- _Given data_
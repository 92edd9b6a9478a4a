"""Reading the command line's option values: counts, lists, bounds, a current proposal, tune()'s arguments.

Each function raises :class:`walktune.errors.WalktuneError` with a one-line
message on bad input; the command line turns it into its error line.
"""

from __future__ import annotations

import json
from pathlib import Path
from typing import Optional

import numpy as np

from .errors import WalktuneError


def parse_count(text: Optional[str], flag: str) -> Optional[int]:
    """A whole number given as 20000, 2e4 or 20_000."""
    if text is None:
        return None
    try:
        value = float(text)
    except ValueError:
        raise WalktuneError(f"{flag} {text!r} must be a whole number, e.g. 20000 or 2e4.") from None
    if not np.isfinite(value) or not value.is_integer() or value < 1:
        raise WalktuneError(f"{flag} {text!r} must be a whole number >= 1.")
    return int(text) if text.strip().lstrip("+").replace("_", "").isdigit() else int(value)


def split_list(text: Optional[str], what: str) -> Optional[list]:
    if text is None:
        return None
    parts = [p.strip() for p in text.replace(";", ",").split(",") if p.strip()]
    if not parts:
        raise WalktuneError(f"--{what} is empty; give comma-separated values.")
    return parts


def parse_bound(text: str) -> tuple:
    name, sep, rng = text.partition("=")
    low, colon, high = rng.partition(":")
    if not sep or not colon or not name.strip():
        raise WalktuneError(f"--bound {text!r} must look like NAME=LOW:HIGH (use -inf or inf for an open side).")
    try:
        lo = float(low) if low.strip() else -np.inf
        hi = float(high) if high.strip() else np.inf
    except ValueError:
        raise WalktuneError(f"--bound {text!r}: LOW and HIGH must be numbers, -inf or inf.") from None
    return name.strip(), (lo, hi)


def read_proposal(path: Path) -> np.ndarray:
    if not path.exists():
        raise WalktuneError(f"current proposal file {path} does not exist.")
    try:
        if path.suffix == ".npy":
            return np.load(path, allow_pickle=False)
        if path.suffix == ".json":
            payload = json.loads(path.read_text())
            if isinstance(payload, dict):
                for key in ("proposal_covariance", "covariance", "step_sizes"):
                    if key in payload:
                        return np.asarray(payload[key], dtype=float)
                raise WalktuneError(
                    f"{path} must hold a list, or an object with 'proposal_covariance', 'covariance' or 'step_sizes'."
                )
            return np.asarray(payload, dtype=float)
        if path.suffix in (".csv", ".txt", ".tsv"):
            delimiter = "\t" if path.suffix == ".tsv" else ","
            lines = path.read_text().strip().splitlines()
            try:
                [float(v) for v in lines[0].split(delimiter)]
                skip = 0
            except ValueError:
                skip = 1  # a header row of names
            return np.loadtxt(path, delimiter=delimiter, skiprows=skip, ndmin=1)
    except (ValueError, OSError) as error:
        raise WalktuneError(f"cannot read the current proposal from {path}: {error}") from None
    raise WalktuneError(f"current proposal {path} must be a .npy, .csv or .json file.")


def tune_arguments(options: dict, spec) -> dict:
    """The library's tune() arguments from the command line's options and the model file's settings."""
    names_list = split_list(options["names"], "names") or spec.names
    if options["start"] is not None:
        try:
            start_values = np.asarray([float(v) for v in split_list(options["start"], "start")])
        except ValueError:
            raise WalktuneError(f"--start {options['start']!r} must be comma-separated numbers.") from None
    else:
        start_values = spec.start
    if start_values is None:
        raise WalktuneError(
            "no start values: give --start 1.0,2.0,... or declare PARAMETERS/START in the model file (see docs/models.md)."
        )
    if names_list is not None and len(names_list) != len(start_values):
        raise WalktuneError(
            f"{len(start_values)} start values for {len(names_list)} parameters ({', '.join(names_list)}); "
            "give one start value per parameter."
        )
    # Bounds declared in the model file follow the model's own names; key them by
    # position so that --names can rename the parameters.
    bound_map = {}
    for key, pair in spec.bounds.items():
        if spec.names is not None and key in spec.names:
            key = spec.names.index(key)
        bound_map[key] = pair
    for text in options["bound"]:
        key, pair = parse_bound(text)
        bound_map[key] = pair
    if names_list is not None:
        unknown = [k for k in bound_map if isinstance(k, str) and k not in names_list]
        if unknown:
            raise WalktuneError(f"bounds name unknown parameter {unknown[0]!r}; known: {', '.join(names_list)}.")
    forced = dict(spec.transforms)
    for text in options["transform"]:
        key, sep, kind = text.partition("=")
        if not sep or not key.strip() or not kind.strip():
            raise WalktuneError(f"--transform {text!r} must look like NAME=KIND (identity, log, neglog or logit).")
        forced[key.strip()] = kind.strip()
    proposal = options["current_proposal"]
    return dict(
        start=start_values, names=names_list, bounds=bound_map or None,
        current_proposal=np.asarray(proposal, dtype=float) if proposal is not None else None,
        budget=options["budget"], seed=options["seed"], vectorized=spec.vectorized,
        target_ess=400 if options["target_ess"] is None else options["target_ess"],
        log_prior=spec.log_prior, prior=spec.prior, transforms=forced or None,
        forbid_transforms=list(options["no_transform"]) or None,
    )
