def fit_map(names: list, choices: list, mean: np.ndarray, cov: np.ndarray, prior_covariance=None, n_independent=None,
            bends=None) -> SamplingMap:
    """The map for given transforms (and bends), v-space mean and covariance, and (optionally) the prior covariance of theta.

    The prior covariance is mapped into ``v`` by the transforms' derivatives at
    the mean; a bend's derivative there is zero up to the offset of ``m`` from
    its centre, and is left out.
    """
    kinds = [c.kind for c in choices]
    low = np.array([c.low for c in choices])
    high = np.array([c.high for c in choices])
    cov = 0.5 * (cov + cov.T) + 1e-12 * np.diag(np.diag(cov))
    chol = np.linalg.cholesky(cov)
    d = len(names)
    rotation, informed, ratio, notes = np.eye(d), d, None, []
    if prior_covariance is not None:
        # du/dtheta at the mean maps the prior covariance into u-space (delta method).
        theta_mean = np.array([inverse(k, mean[i], low[i], high[i]) for i, k in enumerate(kinds)])
        slope = np.exp(-np.array([log_jacobian(k, mean[i], low[i], high[i]) for i, k in enumerate(kinds)]))
        prior_u = np.asarray(prior_covariance) * np.outer(slope, slope)
        split = informed_split(chol, prior_u, n_independent)
        rotation, informed, ratio = split.rotation, split.informed, split.ratio
        notes.append(f"likelihood-informed subspace: {informed} of {d} directions "
                     f"(posterior/prior variance < {split.threshold:.2f}); "
                     f"prior covariance mapped at theta = {np.array2string(theta_mean, precision=4)}")
    return SamplingMap(list(names), list(choices), mean, chol, rotation, informed, ratio, notes, list(bends or []))


# --------------------------------------------------------------------------- curved ridges


def curvature_measure(draws: np.ndarray, limit: int = 3000, seed: int = 0) -> np.ndarray:
    """How much better a flexible regression predicts each parameter from the others than a linear one.

    Per parameter, predicted from the five others most correlated with it: the
    share of the variance a linear model leaves unexplained that a quadratic
    model (polynomial features of degree 2 with ridge) explains, both by 3-fold cross-validated R^2, on at most ``limit`` draws:
    ``(R2_quadratic - R2_linear) / (1 - R2_linear)``. Near 0 for a Gaussian
    (whose conditional means are linear); near 1 on a thin curved ridge.
    """
    from sklearn.linear_model import LinearRegression, RidgeCV
    from sklearn.model_selection import cross_val_score
    from sklearn.pipeline import make_pipeline
    from sklearn.preprocessing import PolynomialFeatures, StandardScaler

    n, d = draws.shape
    if d < 2:
        return np.zeros(d)
    rows = draws[:: max(1, n // limit)]
    corr = np.nan_to_num(np.atleast_2d(np.corrcoef(rows.T)))
    out = np.zeros(d)
    for j in range(d):
        stop_point()
        # Predict from the (at most 5) most correlated others: a ridge bends between a few parameters,
        # and the quadratic features of all d - 1 would cost O(d^2) columns.
        others = [k for k in np.argsort(-np.abs(corr[j])) if k != j][:5]
        x = rows[:, others]
        y = rows[:, j]
        linear = cross_val_score(make_pipeline(StandardScaler(), LinearRegression()), x, y, cv=3, scoring="r2").mean()
        flexible = cross_val_score(
            make_pipeline(StandardScaler(), PolynomialFeatures(2), RidgeCV(alphas=np.logspace(-6, 2, 9))),
            x, y, cv=3, scoring="r2",
        ).mean()
        linear = min(max(linear, 0.0), 1.0 - 1e-12)
        out[j] = max(0.0, (flexible - linear) / (1.0 - linear))
    return out
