"""Evaluation of the user's log-density on a batch of points.

The engine hands every batch of proposed points to one evaluator call; this is
the single seam through which evaluations may be sent elsewhere (other
processes, other machines). An evaluator returns one float per point and a
description of any exception raised at a point; it never decides acceptance
and never draws random numbers, so results do not depend on where the
evaluations ran.
"""

from __future__ import annotations

import traceback
from dataclasses import dataclass, field
from typing import Callable

import numpy as np


@dataclass
class BatchResult:
    """Values of the log-density at a batch of points.

    Attributes
    ----------
    values : ndarray of shape (n_points,)
        The log-density; NaN where the function raised an exception.
    errors : dict of int to str
        For each point whose evaluation raised, the formatted traceback.
    """

    values: np.ndarray
    errors: dict = field(default_factory=dict)


def _to_scalar(value) -> float:
    array = np.asarray(value, dtype=float)
    if array.size != 1:
        raise TypeError(f"the log-density must return one number per point; it returned shape {array.shape}")
    return float(array.reshape(()))


class InProcessEvaluator:
    """Evaluate in this process: one call per point, or one call per batch.

    Parameters
    ----------
    log_density : callable
        ``log_density(theta)`` with ``theta`` of shape (d,) returning a float,
        or, when ``vectorized`` is true, ``log_density(points)`` with points of
        shape (n, d) returning shape (n,).
    vectorized : bool, default=False
        Whether the function takes a whole batch at once.
    """

    def __init__(self, log_density: Callable, vectorized: bool = False):
        self.log_density = log_density
        self.vectorized = vectorized

    def _one(self, point: np.ndarray) -> float:
        return _to_scalar(self.log_density(point))

    def __call__(self, points: np.ndarray) -> BatchResult:
        if self.vectorized:
            try:
                values = np.asarray(self.log_density(points), dtype=float).reshape(-1)
                if values.shape[0] != points.shape[0]:
                    raise TypeError(
                        f"a vectorized log-density must return shape ({points.shape[0]},) for "
                        f"{points.shape[0]} points; it returned {values.shape[0]} values"
                    )
                return BatchResult(values)
            except Exception:
                # Find which points fail by evaluating them one at a time.
                return self._pointwise(points, lambda p: _to_scalar(self.log_density(p[None, :])))
        return self._pointwise(points, self._one)

    @staticmethod
    def _pointwise(points: np.ndarray, evaluate: Callable) -> BatchResult:
        values = np.empty(points.shape[0])
        errors = {}
        for i, point in enumerate(points):
            try:
                values[i] = evaluate(point)
            except Exception:
                values[i] = np.nan
                errors[i] = traceback.format_exc()
        return BatchResult(values, errors)

    def close(self) -> None:
        """Release resources (none for in-process evaluation)."""
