def _message(chosen, close, baseline, contender, to_resolve) -> str:
    # A speed-up between runs whose chains disagree compares numbers that do not measure speed yet, except a
    # lower bound: the baseline's chains have not mixed at all, so its ESS is too high and the ratio too low.
    lower_bound = chosen.speedup_kind == "lower-bound" and chosen.max_rhat <= DISAGREEING_RHAT
    unmixed = _disagree(chosen, baseline) if chosen is not baseline and not lower_bound else []
    if chosen.proposal == "current":
        text = "Keep your current proposal: no option was measured faster beyond the measurement's error"
    elif chosen is baseline or unmixed:
        text = f"Use {chosen.proposal}: no option was measured faster beyond the measurement's error"
    else:
        text = (f"Use {chosen.proposal}: its ESS per evaluation was measured at "
                f"{speedup_text(chosen.speedup, chosen.speedup_kind)} that of {baseline.proposal}")
        if lower_bound:
            text += f" (a lower bound: the chains of {baseline.proposal} have not mixed, so its ESS is too high)"
    if unmixed:
        text += "; " + _disagreeing_text(unmixed)
    if contender is None:
        return text + "."
    names = ", ".join(row.proposal for row in close)
    if _disagree(chosen, contender):
        extra = [row for row in _disagree(chosen, contender) if row not in unmixed]
        return (text + f". Not resolved: {names} measured within the error of it"
                + (f"; {_disagreeing_text(extra)}." if extra else "."))
    ratio = contender.ess_per_1000 / chosen.ess_per_1000
    settle = (f"; about {to_resolve:,} evaluations per run would settle it" if to_resolve
              else "; they are equally fast within 5%")
    return (text + f". Not resolved: {names} measured within the error of it "
            f"({contender.proposal} at {format_factor(ratio)} of its efficiency){settle}.")


# --------------------------------------------------------------------------- measured rows


@dataclass(frozen=True)
class ComparisonRow:
    """One fixed-proposal run of the proof.

    ``ess_per_1000`` is the smallest bulk ESS over parameters per 1000
    evaluations, with relative standard error ``ess_relative_error``;
    ``speedup`` its ratio to the baseline's, and ``speedup_kind`` what that
    figure is: ``baseline``, ``measured``, ``lower-bound`` (the baseline's
    chains have not mixed at all, so its ESS is too high), ``upper-bound``
    (this run's have not), or ``imprecise`` (a short run's ESS, as likely under-
    as over-estimated; ``evaluations_to_settle`` in all would make both
    reliable). See the module docstring. ``predicted_slowdown`` is the
    predicted ratio of the tuned run's smallest ESS to this run's
    (``theory.Slowdown.slowest_parameter``). ``steps`` is the run's length per
    chain and ``proof_end`` why it ended (:mod:`walktune.proof`): ``slower``
    (stopped once measured slower than another run), ``settled`` (the
    recommended run's ESS reliable and R-hat below :data:`RHAT_SETTLED`) or
    ``budget`` (the proof's budget ran out first).
    """

    proposal: str
    description: str
    acceptance: float
    ess_per_1000: float
    median_ess_per_1000: float
    evaluations: int
    speedup: float
    speedup_is_lower_bound: bool
    ess_reliable: bool
    predicted_slowdown: float
    max_rhat: float
    iact_max: float
    mixed: bool = True
    ess_relative_error: float = float("nan")
    settle_evaluations: int = 0
    speedup_kind: str = "baseline"
    evaluations_to_settle: int | None = 0
    steps: int = 0
    proof_end: str = ""

    def to_dict(self) -> dict:
        return {k: (None if isinstance(v, float) and not np.isfinite(v) else v) for k, v in self.__dict__.items()}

- _Task description_
Wherever the string "json" appears in the entries above, list that line.

- _Solved problem_
import json
        if path.suffix == ".json":
            payload = json.loads(path.read_text())
    raise WalktuneError(f"current proposal {path} must be a .npy, .csv or .json file.")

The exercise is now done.